Kemenristekdikti Beri Sinyal Pilrek ULM Digelar Rabu, 12 September 2018

PROSES penelusuran rekam jejak tiga kandidat Rektor Universitas Lambung Mangkurat (ULM) periode 2018-202 telah selesai dilakukan Kementerian Riset, Teknologi dan Pendidikan Tinggi (Kemenristekdikti). Kini, tinggal menunggu puncak dari suksesi pucuk pimpinan di kampus tertua di Pulau Kalimantan tersebut.

KEPASTIAN penelusuran rekam jejak tiga calon Rektor ULM yang bertarung telah rampung, disampaikan Sekretaris Jenderal Kemenristekdikti Ainun Na’im, dalam suratnya bernomor 3842/A.A2/KP/2018, tertanggal 7 September 2018.

Dalam surat yang dengan perihal pemilihan Rektor ULM, Sekjen Kemenristekdikti Ainun Na’im mengabarkan kepada Ketua Senat ULM bahwa Menristekdikti Mohammad Nasir atau pejabat yang diberi kuasa menteri bersedia datang ke Banjarmasin, Kalimantan Selatan.

“Menristekdikti atau pejabat yang diberi kuasa menteri bersedia menghadiri acara pemilihan Rektor ULM periode 2018-2023 pada hari Rabu, 12 September 2018,” tulis Ainun Naim, dalam surat yang juga ditembuskan kepada Menristekdikti.

Untuk diketahui, dari hasil pemilihan calon Rektor ULM putaran pertama pada 30 Mei 2018 lalu, incumbent Prof Dr Sutarto Hadi meraup 31 suara. Guru besar FKIP ULM ini unggul dalam perebutan jatah 65 persen suara Senat ULM. Di posisi kedua adalah guru besar yang juga Dekan Fakultas Kedokteran, Prof Dr Zairin Noor dengan 17 suara. Terakhir, guru besar Fakultas Hukum Prof Dr HM Hadin Muhjad dipilih 9 suara Senat ULM.

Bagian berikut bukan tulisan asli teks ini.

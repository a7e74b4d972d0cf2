// The `*pnlint: …` directives found in a netlist (product.md, "Directives inside a netlist"):
//   rating <model or instance> key=value …
//   supply <source> min=… max=… | tol=…
//   ignore <rule> … [-- reason]        (the next element line, or its own line when inline)
//   ignore-file <rule> … [-- reason]
// Every word that cannot be understood is itself a finding with rule `directive`.
import type { Range } from '@pnlint/grammar';
import type { Circuit, DirectiveComment, Element, SourceLocation } from '../netlist/circuit.js';
import type { Finding } from '../findings.js';
import { RULE_IDS } from '../rule-ids.js';
import { makeFinding } from './finding.js';
import { describeLine, readRatingValue, type ValueSource } from './provenance.js';
import {
  DIODE_KINDS,
  isDiodeKind,
  isDiodeRatingKey,
  isResistorRatingKey,
  type DiodeKind,
  type RatingKey,
} from './vocabulary.js';

/** What a rating applies to: a `.model` (its key in `circuit.models`) or one element. */
export type RatingTarget = { kind: 'model'; key: string } | { kind: 'element'; name: string };

export interface RatedValue {
  value: number;
  source: ValueSource;
}

export interface RatingAssignment {
  target: RatingTarget;
  kind?: { value: DiodeKind; source: ValueSource };
  values: Partial<Record<RatingKey, RatedValue>>;
}

/** A supply's range: min and/or max, or a tolerance around its netlist value. */
export interface SupplyRange {
  /** The independent source's element name. */
  source: string;
  min?: number;
  max?: number;
  tolerance?: number;
  origin: ValueSource;
}

export interface Suppression {
  rules: string[];
  /** The element it applies to (the next element line, or its own line when inline). */
  element?: string;
  /** The file it applies to, for `ignore-file`. */
  file?: string;
  reason?: string;
  location: SourceLocation;
}

export interface Directives {
  ratings: RatingAssignment[];
  supplies: SupplyRange[];
  suppressions: Suppression[];
  findings: Finding[];
}

interface Word {
  text: string;
  /** Offset in the directive's text. */
  start: number;
}

const DIRECTIVE = 'directive';

export function readDirectives(circuit: Circuit): Directives {
  const result: Directives = { ratings: [], supplies: [], suppressions: [], findings: [] };
  for (const directive of circuit.directives) readOne(circuit, directive, result);
  return result;
}

function readOne(circuit: Circuit, directive: DirectiveComment, result: Directives): void {
  const { words, reason } = splitWords(directive.text);
  const problem = (message: string, word?: Word) =>
    result.findings.push(makeFinding(DIRECTIVE, 'error', message, wordLocation(directive, word)));
  const command = words[0];
  if (!command) {
    problem('Empty pnlint directive: expected rating, supply, ignore or ignore-file.');
    return;
  }
  const source: ValueSource = {
    origin: 'directive',
    description: `from directive on ${describeLine(directive.location, circuit.uri)}`,
    location: directive.location,
  };
  switch (command.text.toLowerCase()) {
    case 'rating':
      readRating(circuit, directive, words.slice(1), source, problem, result);
      return;
    case 'supply':
      readSupply(circuit, directive, words.slice(1), source, problem, result);
      return;
    case 'ignore':
    case 'ignore-file':
      readIgnore(directive, command, words.slice(1), reason, problem, result);
      return;
    default:
      problem(`Unknown pnlint directive '${command.text}': expected rating, supply, ignore or ignore-file.`, command);
  }
}

type Problem = (message: string, word?: Word) => void;

function readRating(
  circuit: Circuit,
  directive: DirectiveComment,
  words: Word[],
  source: ValueSource,
  problem: Problem,
  result: Directives,
): void {
  const targetWord = words[0];
  if (!targetWord || targetWord.text.includes('=')) {
    problem('A rating directive needs a model or instance name first: *pnlint: rating D1 vrrm=50 if=1', targetWord);
    return;
  }
  const resolved = resolveRatingTarget(circuit, targetWord.text, directive.scope);
  if (!resolved) {
    problem(`No diode or resistor, and no diode model, is named '${targetWord.text}'.`, targetWord);
    return;
  }
  const assignment: RatingAssignment = { target: resolved.target, values: {} };
  for (const word of words.slice(1)) {
    const pair = splitPair(word);
    if (!pair) {
      problem(`Expected key=value, found '${word.text}'.`, word);
      continue;
    }
    const key = pair.key.toLowerCase();
    if (key === 'kind') {
      const kind = pair.value.toLowerCase();
      if (!resolved.isDiode) problem(`'kind' applies to diodes; '${targetWord.text}' is a resistor.`, word);
      else if (isDiodeKind(kind)) assignment.kind = { value: kind, source };
      else problem(`Unknown diode kind '${pair.value}': expected ${DIODE_KINDS.join(', ')}.`, word);
      continue;
    }
    const known = resolved.isDiode ? isDiodeRatingKey(key) : isResistorRatingKey(key);
    if (!known) {
      const expected = resolved.isDiode ? 'kind, vrrm, if, ifsm, pd, vz, izt, izk, izm' : 'p, tol';
      problem(`Unknown rating key '${pair.key}' for ${resolved.isDiode ? 'a diode' : 'a resistor'}: expected ${expected}.`, word);
      continue;
    }
    const reading = readRatingValue(key as RatingKey, pair.value);
    if ('problem' in reading) problem(`Bad value for ${key}: ${reading.problem}.`, word);
    else assignment.values[key as RatingKey] = { value: reading.value, source };
  }
  result.ratings.push(assignment);
}

function readSupply(
  circuit: Circuit,
  directive: DirectiveComment,
  words: Word[],
  source: ValueSource,
  problem: Problem,
  result: Directives,
): void {
  const targetWord = words[0];
  if (!targetWord || targetWord.text.includes('=')) {
    problem('A supply directive needs a source name first: *pnlint: supply V1 min=4.75 max=5.25', targetWord);
    return;
  }
  const element = findElement(circuit, targetWord.text, directive.scope);
  if (!element || (element.type !== 'V' && element.type !== 'I')) {
    problem(`No independent voltage or current source is named '${targetWord.text}'.`, targetWord);
    return;
  }
  const range: SupplyRange = { source: element.name, origin: source };
  for (const word of words.slice(1)) {
    const pair = splitPair(word);
    const key = pair?.key.toLowerCase();
    if (!pair || (key !== 'min' && key !== 'max' && key !== 'tol')) {
      problem(`Expected min=, max= or tol=, found '${word.text}'.`, word);
      continue;
    }
    const reading = readRatingValue(key, pair.value);
    if ('problem' in reading) {
      problem(`Bad value for ${key}: ${reading.problem}.`, word);
      continue;
    }
    if (key === 'tol') range.tolerance = reading.value;
    else range[key] = reading.value;
  }
  if (range.tolerance !== undefined && (range.min !== undefined || range.max !== undefined)) {
    problem('Give either tol= or min=/max= for a supply, not both.');
    return;
  }
  if (range.min !== undefined && range.max !== undefined && range.min > range.max) {
    problem(`min (${range.min}) is above max (${range.max}).`);
    return;
  }
  if (range.tolerance === undefined && range.min === undefined && range.max === undefined) {
    problem('A supply directive needs min=, max= or tol=.');
    return;
  }
  result.supplies.push(range);
}

function readIgnore(
  directive: DirectiveComment,
  command: Word,
  words: Word[],
  reason: string | undefined,
  problem: Problem,
  result: Directives,
): void {
  const wholeFile = command.text.toLowerCase() === 'ignore-file';
  const rules: string[] = [];
  for (const word of words) {
    for (const part of splitList(word)) {
      const id = part.text.toLowerCase();
      if (RULE_IDS.has(id)) rules.push(id);
      else problem(`Unknown rule id '${part.text}'.`, part);
    }
  }
  if (words.length === 0) {
    problem(`${command.text} needs the rule ids it applies to: *pnlint: ${command.text} reversed-diode`, command);
    return;
  }
  if (rules.length === 0) return;
  const suppression: Suppression = { rules, location: directive.location };
  if (reason) suppression.reason = reason;
  if (wholeFile) {
    suppression.file = directive.location.uri;
  } else if (directive.nextElement !== undefined) {
    suppression.element = directive.nextElement;
  } else {
    problem(`'${command.text}' applies to the next element line, and none follows.`, command);
    return;
  }
  result.suppressions.push(suppression);
}

/** Splits the directive's text into words with offsets; everything after ` -- ` is the reason. */
function splitWords(text: string): { words: Word[]; reason: string | undefined } {
  let body = text;
  let reason: string | undefined;
  const marker = /(^|\s)--(\s|$)/.exec(text);
  if (marker) {
    body = text.slice(0, marker.index);
    reason = text.slice(marker.index + marker[0].length).trim() || undefined;
  }
  const words: Word[] = [];
  for (const match of body.matchAll(/\S+/g)) words.push({ text: match[0], start: match.index });
  return { words, reason };
}

/** `a,b` → two words (rule lists may be written with commas). */
function splitList(word: Word): Word[] {
  const parts: Word[] = [];
  for (const match of word.text.matchAll(/[^,]+/g)) parts.push({ text: match[0], start: word.start + match.index });
  return parts;
}

function splitPair(word: Word): { key: string; value: string } | undefined {
  const at = word.text.indexOf('=');
  if (at <= 0 || at === word.text.length - 1) return undefined;
  return { key: word.text.slice(0, at), value: word.text.slice(at + 1) };
}

/**
 * The range of one word inside the directive, when the directive sits on one line and its
 * text ends where the range ends (how comments are recorded); else the whole directive.
 */
function wordLocation(directive: DirectiveComment, word: Word | undefined): SourceLocation {
  const { range } = directive.location;
  if (!word || range.start.line !== range.end.line) return directive.location;
  const textStart = range.end.column - directive.text.trimEnd().length;
  const offsetStart = range.end.offset - directive.text.trimEnd().length;
  if (textStart < range.start.column) return directive.location;
  const start = { line: range.start.line, column: textStart + word.start, offset: offsetStart + word.start };
  const end = { line: range.start.line, column: start.column + word.text.length, offset: start.offset + word.text.length };
  const wordRange: Range = { start, end };
  return { uri: directive.location.uri, range: wordRange };
}

/** An element by name, case-insensitive, trying the directive's subcircuit scope first. */
export function findElement(circuit: Circuit, name: string, scope: string): Element | undefined {
  const wanted = [scope + name, name].map((candidate) => candidate.toLowerCase());
  for (const candidate of wanted) {
    const element = circuit.elements.find((each) => each.name.toLowerCase() === candidate);
    if (element) return element;
  }
  return undefined;
}

function resolveRatingTarget(
  circuit: Circuit,
  name: string,
  scope: string,
): { target: RatingTarget; isDiode: boolean } | undefined {
  const element = findElement(circuit, name, scope);
  if (element && (element.type === 'D' || element.type === 'R')) {
    return { target: { kind: 'element', name: element.name }, isDiode: element.type === 'D' };
  }
  for (const key of [(scope + name).toLowerCase(), name.toLowerCase()]) {
    const model = circuit.models.get(key);
    if (model && model.type === 'D') return { target: { kind: 'model', key }, isDiode: true };
  }
  return undefined;
}
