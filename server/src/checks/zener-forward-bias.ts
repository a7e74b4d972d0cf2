// When a zener is fitted forward: it carries a plausible forward current at some corner, and
// is not the forward half of a back-to-back pair (one zener forward while its partner is in
// breakdown is the usual AC clamp). zener-forward reports it; zener-underbiased leaves such
// a zener alone, since its reverse current is not what is wrong with it.
import type { CheckContext, CheckedDiode, DiodeAtCorner } from './context.js';
import { seriesChain } from './topology.js';
import { forwardCurrent, PLAUSIBLE_CURRENT, worstCorner } from './thresholds.js';

/** The corner with the largest forward current of a zener fitted forward; undefined when it is not. */
export function forwardBiasedZener(context: CheckContext, diode: CheckedDiode): { at: DiodeAtCorner; value: number } | undefined {
  if (diode.kind !== 'zener') return undefined;
  const worst = worstCorner(diode, forwardCurrent);
  if (!worst || worst.value < PLAUSIBLE_CURRENT) return undefined;
  const partners = diode.element.nodes.flatMap((node) => seriesChain(context.topology, diode.element, node));
  const backToBack = partners.some((partner) => {
    const other = context.diodeOf(partner);
    const there = other?.corners.find((at) => at.plan === worst.at.plan);
    return other?.kind === 'zener' && there !== undefined && there.point.region === 'breakdown';
  });
  return backToBack ? undefined : worst;
}
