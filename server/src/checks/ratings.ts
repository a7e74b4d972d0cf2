// Ratings and kinds, merged in issue 4's order (later wins): the generic part-class
// library → the model's BV → pnlint.json (model, then instance) → `*pnlint: rating` on the
// model → on the instance. Each value keeps where it came from.
import type { Circuit, Diode, Resistor } from '../netlist/circuit.js';
import type { WorkspaceConfig } from '../config.js';
import type { Settings } from '../settings.js';
import { formatPercent, formatQuantity } from '../units.js';
import type { Directives, RatedValue, RatingAssignment } from './directives.js';
import { PART_CLASSES } from './library.js';
import { describeLine, type ValueSource } from './provenance.js';
import { KIND_NAMES, RATING_SYMBOLS, type DiodeKind, type DiodeRatingKey, type RatingKey } from './vocabulary.js';

export type DiodeRatings = Partial<Record<DiodeRatingKey, RatedValue>>;

export interface ResistorRatings {
  power: RatedValue;
  tolerance?: RatedValue;
}

/** Rating layers for one element, in merge order. */
interface Layer {
  kind?: { value: DiodeKind; source: ValueSource };
  values: Partial<Record<RatingKey, RatedValue>>;
}

/** The pnlint.json and directive layers that apply to a diode, model first, instance last. */
function diodeLayers(circuit: Circuit, diode: Diode, directives: Directives, config: WorkspaceConfig | undefined): Layer[] {
  const modelName = diode.model.name.toLowerCase();
  const modelKey = [...circuit.models.entries()].find(([, model]) => model === diode.model)?.[0] ?? modelName;
  const layers: Layer[] = [];
  const fromConfig = (name: string) => config?.ratings.filter((rating) => rating.target.toLowerCase() === name) ?? [];
  layers.push(...fromConfig(modelName), ...fromConfig(diode.name.toLowerCase()));
  const fromDirectives = (match: (assignment: RatingAssignment) => boolean) => directives.ratings.filter(match);
  layers.push(...fromDirectives((each) => each.target.kind === 'model' && each.target.key === modelKey));
  layers.push(...fromDirectives((each) => each.target.kind === 'element' && each.target.name === diode.name));
  return layers;
}

/** The kind given by a directive or pnlint.json, if any (the instance's wins over the model's). */
export function declaredKind(
  circuit: Circuit,
  diode: Diode,
  directives: Directives,
  config: WorkspaceConfig | undefined,
): { value: DiodeKind; source: ValueSource } | undefined {
  let kind: { value: DiodeKind; source: ValueSource } | undefined;
  for (const layer of diodeLayers(circuit, diode, directives, config)) if (layer.kind) kind = layer.kind;
  return kind;
}

export function diodeRatings(
  circuit: Circuit,
  diode: Diode,
  kind: DiodeKind,
  directives: Directives,
  config: WorkspaceConfig | undefined,
): DiodeRatings {
  const ratings: DiodeRatings = {};
  const partClass = PART_CLASSES[kind];
  for (const [key, value] of Object.entries(partClass.ratings) as [DiodeRatingKey, number][]) {
    const ruleOfThumb = partClass.rulesOfThumb?.includes(key) ?? false;
    ratings[key] = {
      value,
      source: ruleOfThumb
        ? { origin: 'rule-of-thumb', description: `rule of thumb for ${KIND_NAMES[kind]}s` }
        : { origin: 'library', description: `typical value for ${partClass.description}` },
    };
  }
  // The model's BV: the reverse limit of a diode, the zener voltage of a zener.
  const breakdown = diode.model.params['bv'];
  if (breakdown !== undefined && breakdown > 0) {
    const source: ValueSource = {
      origin: 'model',
      description: `from BV of model ${diode.model.name} (${describeLine(diode.model.location, circuit.uri)})`,
      location: diode.model.location,
    };
    ratings[kind === 'zener' ? 'vz' : 'vrrm'] = { value: breakdown, source };
  }
  for (const layer of diodeLayers(circuit, diode, directives, config)) {
    for (const [key, rated] of Object.entries(layer.values) as [RatingKey, RatedValue][]) {
      if (key !== 'p' && key !== 'tol') ratings[key] = rated;
    }
  }
  return ratings;
}

export function resistorRatings(
  resistor: Resistor,
  settings: Settings,
  directives: Directives,
  config: WorkspaceConfig | undefined,
): ResistorRatings {
  const ratings: ResistorRatings = {
    power: {
      value: settings.defaultResistorPower,
      source: { origin: 'setting', description: 'default resistor power rating (setting)' },
    },
  };
  if (settings.resistorTolerance > 0) {
    ratings.tolerance = {
      value: settings.resistorTolerance,
      source: { origin: 'setting', description: 'default resistor tolerance (setting)' },
    };
  }
  const name = resistor.name.toLowerCase();
  const layers: Layer[] = [
    ...(config?.ratings.filter((rating) => rating.target.toLowerCase() === name) ?? []),
    ...directives.ratings.filter((each) => each.target.kind === 'element' && each.target.name === resistor.name),
  ];
  for (const layer of layers) {
    if (layer.values.p) ratings.power = layer.values.p;
    if (layer.values.tol) ratings.tolerance = layer.values.tol;
  }
  return ratings;
}

/** "VRRM 25 V from directive on line 3", "IF 20 mA (rule of thumb for LEDs)". */
export function describeRating(key: RatingKey, rated: RatedValue): string {
  const { symbol, unit } = RATING_SYMBOLS[key];
  const value = key === 'tol' ? formatPercent(rated.value) : formatQuantity(rated.value, unit);
  const source = rated.source.description;
  const joined = source.startsWith('from ') ? ` ${source}` : ` (${source})`;
  return `${symbol} ${value}${joined}`;
}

Komposisi suara yang diperebutkan untuk menjadi orang nomor satu di kampus biru adalah 59 suara guru besar plus dekan dari 11 fakultas yang ada di ULM. Jatah untuk suara Senat ULM adalah 65 persen. Nah, cukup menentukan adalah suara Menristekdikti atau pejabat yang diberi kuasa sebanyak 35 persen atau 32 suara.

Ini berarti, peluang ketiga kandidat untuk memenangkan pertarungan dalam voting tertutup dalam rapat Senat ULM sebagai pemenang, masih terbuka. Sebab, ada 91 suara yang akan diperebutkan ketiga kandidat.

Menanggapi agenda Pilrek ULM, salah satu kandidat rektor Prof Dr Hadin Muhjad pun mengaku baru tahu ada surat balasan dari Sekjen Kemenristekdikti mengenai agenda pemilihan pada Rabu (12/9/2018) mendatang.

“Dari awal, saya siap untuk mengikuti pemilihan Rektor ULM sesuai aturan. Jika sudah ada kepastian jadwal pemilihan, saya bersyukur,” kata Hadin Muhjad saat dikontak jejakrekam.com, Jumat (7/9/2018) malam.

Menurut Hadin, siapa pun yang terpilih nantinya adalah figur terbaik untuk memimpin kampus ULM ke depan. Namun, guru besar hukum administrasi ini menegaskan dalam pemilihan rektor nanti, para pemilik suara, terutama para guru besar, dan perwakilan 11 fakultas tentu memilih dengan hati nurani masing-masing. (jejakrekam)

 

Penulis Didi GS
Editor Didi G Sanusi
Anda mungkin juga berminat
Loading...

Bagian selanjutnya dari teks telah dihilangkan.